◆ **WHAT IS BEING ASKED**
Of the entries below, restate word for word only the section that runs from the line with "#include <fmt/format.h>" to the line with "declaration says there.", counting both ends.

◆ **MATERIAL PROVIDED**
------------------------------------------------

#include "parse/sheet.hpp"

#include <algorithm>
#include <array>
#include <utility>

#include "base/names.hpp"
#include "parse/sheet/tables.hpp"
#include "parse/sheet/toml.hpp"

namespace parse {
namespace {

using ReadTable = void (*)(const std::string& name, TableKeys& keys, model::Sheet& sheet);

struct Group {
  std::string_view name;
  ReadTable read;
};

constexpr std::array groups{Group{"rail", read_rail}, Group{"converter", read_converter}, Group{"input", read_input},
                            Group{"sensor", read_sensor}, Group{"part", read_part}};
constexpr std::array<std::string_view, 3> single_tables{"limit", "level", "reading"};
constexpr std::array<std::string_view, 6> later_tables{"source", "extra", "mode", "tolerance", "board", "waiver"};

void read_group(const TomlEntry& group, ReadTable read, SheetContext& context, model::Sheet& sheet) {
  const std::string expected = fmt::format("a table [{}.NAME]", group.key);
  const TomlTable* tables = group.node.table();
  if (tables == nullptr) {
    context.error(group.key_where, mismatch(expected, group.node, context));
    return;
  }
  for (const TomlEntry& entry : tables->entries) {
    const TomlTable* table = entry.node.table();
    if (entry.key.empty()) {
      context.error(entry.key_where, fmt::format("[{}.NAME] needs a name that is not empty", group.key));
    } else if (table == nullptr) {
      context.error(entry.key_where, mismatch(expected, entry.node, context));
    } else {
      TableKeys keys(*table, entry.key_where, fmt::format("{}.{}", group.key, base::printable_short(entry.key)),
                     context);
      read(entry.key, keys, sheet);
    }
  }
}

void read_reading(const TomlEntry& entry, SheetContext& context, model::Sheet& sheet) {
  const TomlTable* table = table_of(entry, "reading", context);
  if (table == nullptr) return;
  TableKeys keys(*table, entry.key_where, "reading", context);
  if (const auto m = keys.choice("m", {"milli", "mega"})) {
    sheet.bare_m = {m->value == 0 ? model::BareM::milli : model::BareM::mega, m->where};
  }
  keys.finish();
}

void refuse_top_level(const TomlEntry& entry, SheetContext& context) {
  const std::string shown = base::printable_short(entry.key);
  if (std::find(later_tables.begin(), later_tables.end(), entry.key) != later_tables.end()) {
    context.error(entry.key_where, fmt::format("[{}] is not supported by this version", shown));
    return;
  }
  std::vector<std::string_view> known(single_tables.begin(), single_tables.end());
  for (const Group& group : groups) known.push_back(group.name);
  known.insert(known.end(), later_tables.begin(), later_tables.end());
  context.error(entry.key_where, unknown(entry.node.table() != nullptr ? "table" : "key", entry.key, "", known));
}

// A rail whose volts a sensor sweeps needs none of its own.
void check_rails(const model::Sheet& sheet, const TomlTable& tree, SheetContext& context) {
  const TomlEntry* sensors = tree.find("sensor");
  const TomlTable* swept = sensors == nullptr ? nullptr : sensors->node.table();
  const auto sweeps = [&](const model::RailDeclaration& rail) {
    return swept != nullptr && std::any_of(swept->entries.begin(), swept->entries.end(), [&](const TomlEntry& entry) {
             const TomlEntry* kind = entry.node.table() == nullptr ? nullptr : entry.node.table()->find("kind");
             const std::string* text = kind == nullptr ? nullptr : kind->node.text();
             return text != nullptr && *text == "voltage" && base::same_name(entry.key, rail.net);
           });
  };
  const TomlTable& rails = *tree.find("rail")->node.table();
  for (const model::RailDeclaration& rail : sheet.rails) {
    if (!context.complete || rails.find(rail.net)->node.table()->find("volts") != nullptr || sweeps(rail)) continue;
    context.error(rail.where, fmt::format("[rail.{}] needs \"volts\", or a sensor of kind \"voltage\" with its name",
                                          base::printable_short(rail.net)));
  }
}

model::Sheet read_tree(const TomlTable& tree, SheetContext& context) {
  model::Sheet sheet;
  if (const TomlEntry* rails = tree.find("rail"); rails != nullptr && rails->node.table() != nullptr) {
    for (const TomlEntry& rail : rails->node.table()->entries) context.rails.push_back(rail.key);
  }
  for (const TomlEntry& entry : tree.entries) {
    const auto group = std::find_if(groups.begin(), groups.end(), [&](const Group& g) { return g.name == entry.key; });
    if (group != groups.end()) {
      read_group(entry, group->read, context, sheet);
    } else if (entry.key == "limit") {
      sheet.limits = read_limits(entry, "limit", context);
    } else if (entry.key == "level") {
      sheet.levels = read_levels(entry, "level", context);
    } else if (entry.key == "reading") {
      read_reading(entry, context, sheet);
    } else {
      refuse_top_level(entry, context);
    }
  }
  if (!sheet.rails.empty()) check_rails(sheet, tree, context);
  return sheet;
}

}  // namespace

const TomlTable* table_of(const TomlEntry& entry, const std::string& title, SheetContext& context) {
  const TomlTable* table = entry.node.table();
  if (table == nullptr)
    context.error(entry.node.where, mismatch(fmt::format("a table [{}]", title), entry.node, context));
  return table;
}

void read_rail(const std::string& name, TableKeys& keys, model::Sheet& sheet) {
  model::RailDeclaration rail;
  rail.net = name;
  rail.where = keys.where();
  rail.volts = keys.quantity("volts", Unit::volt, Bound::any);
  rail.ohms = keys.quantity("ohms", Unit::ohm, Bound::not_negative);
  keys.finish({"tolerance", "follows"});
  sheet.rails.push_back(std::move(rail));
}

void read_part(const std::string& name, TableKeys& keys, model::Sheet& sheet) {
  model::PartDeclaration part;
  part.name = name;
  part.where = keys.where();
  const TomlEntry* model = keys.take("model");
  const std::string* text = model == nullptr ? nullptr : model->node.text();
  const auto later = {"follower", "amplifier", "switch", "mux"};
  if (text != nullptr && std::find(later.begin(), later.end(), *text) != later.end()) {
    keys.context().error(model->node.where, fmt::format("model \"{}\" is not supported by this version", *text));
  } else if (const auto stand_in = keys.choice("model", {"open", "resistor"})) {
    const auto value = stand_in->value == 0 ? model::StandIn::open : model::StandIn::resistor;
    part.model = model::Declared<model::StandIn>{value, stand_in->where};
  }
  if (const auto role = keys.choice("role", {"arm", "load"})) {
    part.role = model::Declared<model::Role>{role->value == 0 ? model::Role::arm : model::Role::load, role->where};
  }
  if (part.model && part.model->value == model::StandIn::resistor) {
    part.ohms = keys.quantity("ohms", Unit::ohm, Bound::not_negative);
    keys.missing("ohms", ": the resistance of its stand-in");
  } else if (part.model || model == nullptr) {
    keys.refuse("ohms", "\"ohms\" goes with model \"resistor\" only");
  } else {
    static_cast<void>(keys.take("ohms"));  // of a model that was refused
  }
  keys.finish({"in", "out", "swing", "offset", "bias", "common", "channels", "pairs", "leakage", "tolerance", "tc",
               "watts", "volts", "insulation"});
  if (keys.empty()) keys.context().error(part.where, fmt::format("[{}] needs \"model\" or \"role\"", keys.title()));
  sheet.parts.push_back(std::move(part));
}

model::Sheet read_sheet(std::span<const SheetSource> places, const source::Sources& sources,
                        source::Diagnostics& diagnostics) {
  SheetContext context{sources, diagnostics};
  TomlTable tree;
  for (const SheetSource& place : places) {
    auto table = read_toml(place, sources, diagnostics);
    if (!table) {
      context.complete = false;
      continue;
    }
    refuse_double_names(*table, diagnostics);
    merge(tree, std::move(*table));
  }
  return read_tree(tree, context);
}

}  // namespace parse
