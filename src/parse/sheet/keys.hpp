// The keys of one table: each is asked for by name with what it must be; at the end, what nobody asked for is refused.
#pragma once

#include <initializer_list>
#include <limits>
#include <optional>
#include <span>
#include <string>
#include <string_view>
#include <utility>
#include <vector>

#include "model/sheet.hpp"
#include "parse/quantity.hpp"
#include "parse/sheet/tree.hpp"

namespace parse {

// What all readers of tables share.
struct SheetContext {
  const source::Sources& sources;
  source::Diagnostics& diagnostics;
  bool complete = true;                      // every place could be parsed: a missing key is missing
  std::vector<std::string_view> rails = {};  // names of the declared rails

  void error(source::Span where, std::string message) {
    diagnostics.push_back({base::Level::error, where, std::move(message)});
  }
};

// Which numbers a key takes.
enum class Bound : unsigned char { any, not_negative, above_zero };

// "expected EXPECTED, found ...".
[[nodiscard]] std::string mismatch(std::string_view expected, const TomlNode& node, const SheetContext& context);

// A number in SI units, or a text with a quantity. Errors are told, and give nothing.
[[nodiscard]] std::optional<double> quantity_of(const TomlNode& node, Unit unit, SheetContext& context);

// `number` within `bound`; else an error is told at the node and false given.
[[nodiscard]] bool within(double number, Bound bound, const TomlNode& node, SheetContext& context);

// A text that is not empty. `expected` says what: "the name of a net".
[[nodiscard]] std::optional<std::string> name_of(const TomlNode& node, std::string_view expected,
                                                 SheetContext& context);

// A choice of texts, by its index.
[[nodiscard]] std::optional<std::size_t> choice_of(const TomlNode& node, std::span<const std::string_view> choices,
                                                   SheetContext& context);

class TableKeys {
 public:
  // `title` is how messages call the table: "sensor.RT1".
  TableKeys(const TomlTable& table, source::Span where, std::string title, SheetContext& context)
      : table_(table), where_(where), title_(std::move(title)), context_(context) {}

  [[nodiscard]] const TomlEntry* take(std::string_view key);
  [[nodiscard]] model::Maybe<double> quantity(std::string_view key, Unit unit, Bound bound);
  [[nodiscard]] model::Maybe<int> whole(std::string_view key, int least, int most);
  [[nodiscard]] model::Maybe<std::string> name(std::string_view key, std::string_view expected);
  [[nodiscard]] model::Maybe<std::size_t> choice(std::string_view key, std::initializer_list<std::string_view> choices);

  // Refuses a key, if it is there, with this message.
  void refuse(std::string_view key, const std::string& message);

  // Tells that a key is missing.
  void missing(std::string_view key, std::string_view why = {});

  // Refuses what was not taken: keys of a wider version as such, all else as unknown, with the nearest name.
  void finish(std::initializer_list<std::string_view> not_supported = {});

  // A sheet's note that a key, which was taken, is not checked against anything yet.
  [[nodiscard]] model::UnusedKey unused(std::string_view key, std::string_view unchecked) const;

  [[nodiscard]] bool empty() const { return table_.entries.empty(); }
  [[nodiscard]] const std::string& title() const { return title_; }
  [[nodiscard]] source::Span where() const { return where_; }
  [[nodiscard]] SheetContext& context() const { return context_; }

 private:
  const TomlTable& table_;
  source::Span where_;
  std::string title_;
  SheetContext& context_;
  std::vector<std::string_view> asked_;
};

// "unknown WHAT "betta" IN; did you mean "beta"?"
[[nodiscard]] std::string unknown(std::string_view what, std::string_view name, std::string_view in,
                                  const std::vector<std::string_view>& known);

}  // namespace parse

------------------------------------------------

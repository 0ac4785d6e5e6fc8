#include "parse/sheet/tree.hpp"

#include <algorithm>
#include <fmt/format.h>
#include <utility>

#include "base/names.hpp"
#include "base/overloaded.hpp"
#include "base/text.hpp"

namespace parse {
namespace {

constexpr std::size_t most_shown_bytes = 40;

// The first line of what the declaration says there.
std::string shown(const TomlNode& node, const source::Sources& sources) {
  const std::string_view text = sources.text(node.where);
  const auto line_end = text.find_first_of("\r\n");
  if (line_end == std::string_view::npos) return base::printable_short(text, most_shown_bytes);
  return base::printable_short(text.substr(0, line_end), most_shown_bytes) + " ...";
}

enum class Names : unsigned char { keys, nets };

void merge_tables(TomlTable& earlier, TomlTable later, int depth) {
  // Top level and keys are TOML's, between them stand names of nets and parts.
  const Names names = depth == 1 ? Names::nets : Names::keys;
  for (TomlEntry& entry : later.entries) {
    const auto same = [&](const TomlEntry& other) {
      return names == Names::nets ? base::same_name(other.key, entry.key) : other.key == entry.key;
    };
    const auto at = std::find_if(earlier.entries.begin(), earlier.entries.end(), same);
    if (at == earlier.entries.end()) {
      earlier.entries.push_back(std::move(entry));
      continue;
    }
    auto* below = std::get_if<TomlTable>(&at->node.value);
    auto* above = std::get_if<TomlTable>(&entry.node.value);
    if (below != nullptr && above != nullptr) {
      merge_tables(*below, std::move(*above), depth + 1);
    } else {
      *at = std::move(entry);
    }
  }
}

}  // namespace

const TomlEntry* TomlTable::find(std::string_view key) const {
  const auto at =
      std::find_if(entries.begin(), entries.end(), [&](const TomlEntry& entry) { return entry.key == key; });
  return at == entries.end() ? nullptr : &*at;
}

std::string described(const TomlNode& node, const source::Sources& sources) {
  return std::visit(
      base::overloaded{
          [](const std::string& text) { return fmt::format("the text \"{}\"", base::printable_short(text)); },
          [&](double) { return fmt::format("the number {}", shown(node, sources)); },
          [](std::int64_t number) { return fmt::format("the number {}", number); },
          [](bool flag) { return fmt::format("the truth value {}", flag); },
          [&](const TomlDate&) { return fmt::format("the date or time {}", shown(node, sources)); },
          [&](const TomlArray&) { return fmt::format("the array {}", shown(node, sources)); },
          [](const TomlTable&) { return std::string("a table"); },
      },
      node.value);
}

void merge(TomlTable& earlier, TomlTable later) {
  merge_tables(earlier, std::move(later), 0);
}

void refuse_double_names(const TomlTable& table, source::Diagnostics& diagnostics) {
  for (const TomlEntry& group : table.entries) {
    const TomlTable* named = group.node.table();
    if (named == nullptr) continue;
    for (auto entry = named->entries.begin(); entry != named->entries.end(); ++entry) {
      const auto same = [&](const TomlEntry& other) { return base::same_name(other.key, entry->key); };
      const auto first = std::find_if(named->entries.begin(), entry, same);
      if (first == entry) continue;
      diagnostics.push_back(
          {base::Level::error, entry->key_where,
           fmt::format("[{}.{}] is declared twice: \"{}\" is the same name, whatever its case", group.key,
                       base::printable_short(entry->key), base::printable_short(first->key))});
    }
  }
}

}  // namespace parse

------------------------------------------------

◆ **TASK RESULT**
#include <fmt/format.h>
#include <utility>

#include "base/names.hpp"
#include "base/overloaded.hpp"
#include "base/text.hpp"

namespace parse {
namespace {

constexpr std::size_t most_shown_bytes = 40;

// The first line of what the declaration says there.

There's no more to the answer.